Biol Blood Marrow Transplant 2009 Jan;15(1):83-91
Department of Medicine, St Vincent's Comprehensive Cancer Center, New York, New York, USA.
Conventional allogeneic hematopoietic stem cell transplantation (HSCT) for multiple myeloma is associated with high transplantation-related mortality (TRM). Nonmyeloablative allogeneic transplantation (NST) uses the well-known graft-versus-myeloma (GVM) effect to eradicate minimal residual disease.

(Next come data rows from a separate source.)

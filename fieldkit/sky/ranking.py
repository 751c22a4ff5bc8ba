"""Ranking the channels of a channel day: best channel per hour and for a schedule window.

Scores are in kilometres of the NVIS zone (0–300 km, common practice) that a channel covers at an
hour, or, when the operator lists the distances to reach, the number of those distances covered.
"""

from __future__ import annotations

import numpy as np

from fieldkit.sky.inputs import Schedule
from fieldkit.sky.reach import ABOVE_NVIS, ABSORBED, HourReach
from fieldkit.sky.reach import NVIS_ZONE_KM as _ZONE_END_KM

NVIS_ZONE_KM = (0.0, _ZONE_END_KM)


def clock_text(hours: float | None) -> str | None:
    """Hours after midnight as HH:MM (wrapped into 0..24); None stays None."""
    if hours is None:
        return None
    minutes = int(round(hours * 60.0)) % 1440
    return f"{minutes // 60:02d}:{minutes % 60:02d}"


def hour_score(reach: HourReach, distances_km: tuple[float, ...] | None) -> float:
    """How well one channel serves at one hour: km of the NVIS zone covered, or distances covered."""
    if reach.covers_km is None:
        return 0.0
    start, end = reach.covers_km
    if distances_km:
        return float(sum(start <= d <= end for d in distances_km))
    return max(0.0, min(end, NVIS_ZONE_KM[1]) - max(start, NVIS_ZONE_KM[0]))


def _best(candidates: list[tuple[float, HourReach]], distances_km) -> int | None:
    """Best channel at one hour: highest score, then below the FOT, then SNR over the zone, then reach."""
    best, key = None, None
    for i, (_, r) in enumerate(candidates):
        score = hour_score(r, distances_km)
        if score <= 0.0:
            continue
        snr = r.nvis_snr_db if r.nvis_snr_db is not None else -999.0
        k = (score, r.below_fot, snr, r.max_range_km)
        if key is None or k > key:
            best, key = i, k
    return best


def best_by_hour(channels: list[tuple[float, list[HourReach]]], distances_km=None) -> list[dict]:
    """Best channel at each hour, with the reason in plain words."""
    n_hours = len(channels[0][1])
    out = []
    for k in range(n_hours):
        hour_rows = [(f, rows[k]) for f, rows in channels]
        i = _best(hour_rows, distances_km)
        hour = hour_rows[0][1].hour_utc
        if i is None:
            out.append({"hour_utc": hour, "frequency_mhz": None, "verdict": _none_works(hour_rows)})
        else:
            f, r = hour_rows[i]
            out.append({"hour_utc": hour, "frequency_mhz": f, "verdict": r.verdict})
    return out


def _none_works(hour_rows) -> str:
    verdicts = [r.verdict for _, r in hour_rows]
    if all(v.startswith(ABOVE_NVIS) for v in verdicts):
        return f"no channel works: all are {ABOVE_NVIS}; a lower channel is needed"
    if all(v.startswith(ABSORBED) for v in verdicts):
        return f"no channel works: all are {ABSORBED}; a higher channel is needed"
    return "no channel covers the NVIS zone at this hour"


def schedule_hours(schedule: Schedule, hours_utc) -> list[int]:
    """Indices of the hour samples inside the window (both ends included; wraps past midnight)."""
    hours = np.asarray(hours_utc, dtype=float)
    if schedule.start_utc_h <= schedule.end_utc_h:
        inside = (hours >= schedule.start_utc_h) & (hours <= schedule.end_utc_h)
    else:
        inside = (hours >= schedule.start_utc_h) | (hours <= schedule.end_utc_h)
    return [int(i) for i in np.flatnonzero(inside)]


def table_row(schedule: Schedule, f: float, rows: list[HourReach], idx: list[int]) -> dict:
    """One channel's row of the schedule table: hours it works and covers the zone in the window,
    below the FOT, its score and mean NVIS SNR, and its weakest hour's verdict."""
    scores = [hour_score(rows[i], schedule.distances_km) for i in idx]
    snrs = [rows[i].nvis_snr_db for i in idx if rows[i].nvis_snr_db is not None]
    full = sum(
        s >= (len(schedule.distances_km) if schedule.distances_km else NVIS_ZONE_KM[1])
        for s in scores
    )
    return {
        "frequency_mhz": f,
        "hours_in_window": len(idx),
        "hours_working": sum(s > 0 for s in scores),
        "hours_full": full,
        "hours_below_fot": sum(rows[i].below_fot for i in idx),
        "score": round(sum(scores), 1),
        "mean_nvis_snr_db": round(sum(snrs) / len(snrs), 1) if snrs else None,
        "worst_verdict": min(((s, rows[i].verdict) for s, i in zip(scores, idx, strict=True)))[1],
    }


def row_key(row: dict) -> tuple:
    """Sort key of a table row, best last: hours covering the zone, score, hours below the FOT, SNR."""
    snr = row["mean_nvis_snr_db"] if row["mean_nvis_snr_db"] is not None else -999.0
    return (row["hours_full"], row["score"], row["hours_below_fot"], snr)


def recommend(schedule: Schedule, channels: list[tuple[float, list[HourReach]]], hours_utc) -> dict:
    """The one channel to use for a schedule window, and how it does at each hour of it."""
    idx = schedule_hours(schedule, hours_utc)
    window = {"start_utc": schedule.start_text, "end_utc": schedule.end_text}
    if schedule.distances_km:
        window["distances_km"] = list(schedule.distances_km)
    if not idx:
        return {**window, "recommended_mhz": None, "why": "the window contains no whole hour"}
    table = [table_row(schedule, f, rows, idx) for f, rows in channels]
    ranked = sorted(table, key=row_key, reverse=True)
    for rank, row in enumerate(ranked):
        row["rank"] = rank  # 0 = recommended; the table itself stays in channel order
    top = ranked[0]
    target = (
        f"all of {', '.join(f'{d:g}' for d in schedule.distances_km)} km"
        if schedule.distances_km
        else "0–300 km"
    )
    if top["hours_working"] == 0:
        return {
            **window,
            "recommended_mhz": None,
            "why": "no channel works in this window",
            "channels": table,
        }
    why = (
        f"{top['frequency_mhz']:g} MHz covers {target} at {top['hours_full']} of "
        f"{top['hours_in_window']} hours in the window and works at {top['hours_working']}"
    )
    if top["hours_below_fot"] < top["hours_working"]:
        why += f"; below the FOT (reliable most days) at {top['hours_below_fot']}"
    if top["hours_full"] < top["hours_in_window"]:
        why += f"; weakest hour: {top['worst_verdict']}"
    return {**window, "recommended_mhz": top["frequency_mhz"], "why": why, "channels": table}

The Eastern Cooperative Oncology Group conducted a Phase II trial of autologous HSCT followed by NST to provide maximal tumor cytoreduction to allow for a subsequent GVM effect. Patients received melphalan 200 mg/m(2) with autologous HSCT, followed by fludarabine 30 mg/m(2) in 5 daily doses and cyclophosphamide 1 g/m(2) in 2 daily doses with matched sibling donor NST. Graft-versus-host disease (GVHD) prophylaxis included cyclosporine and corticosteroids. The primary endpoints were TRM, graft failure, acute GVHD, progression-free survival (PFS), and overall survival (OS). Thirty-two patients were enrolled into the study; 23 patients completed both transplantations (72%). Best responses post-NST were 7 (30%) complete remission (CR), 11 (48%) partial remission (PR), 2 (9%) no response, and 3 (13%) not evaluable. Acute grade III-IV GVHD was observed in 4 patients (17%), and chronic GVHD was seen in 13 patients (57%; 7 limited, 6 extensive). Chronic GVHD resulted in the following responses: 3 (23%) CR, 1 continuing CR, and 6 (46%) PR. Two patients (8.7%) had early TRM. With a median follow up of 4.6 years, the median PFS was 3.6 years, and the 2-year OS was 78%. Our findings indicate that autologous HSCT followed by NST is feasible, with a low early TRM in a cooperative group setting. The overall response rate was 78%, including 30% CR, similar to other reports for autologous HSCT-NST. Because a plateau in PFS or OS was not observed with this treatment approach even in patients achieving CR, we suggest that future studies use posttransplantation maintenance therapy.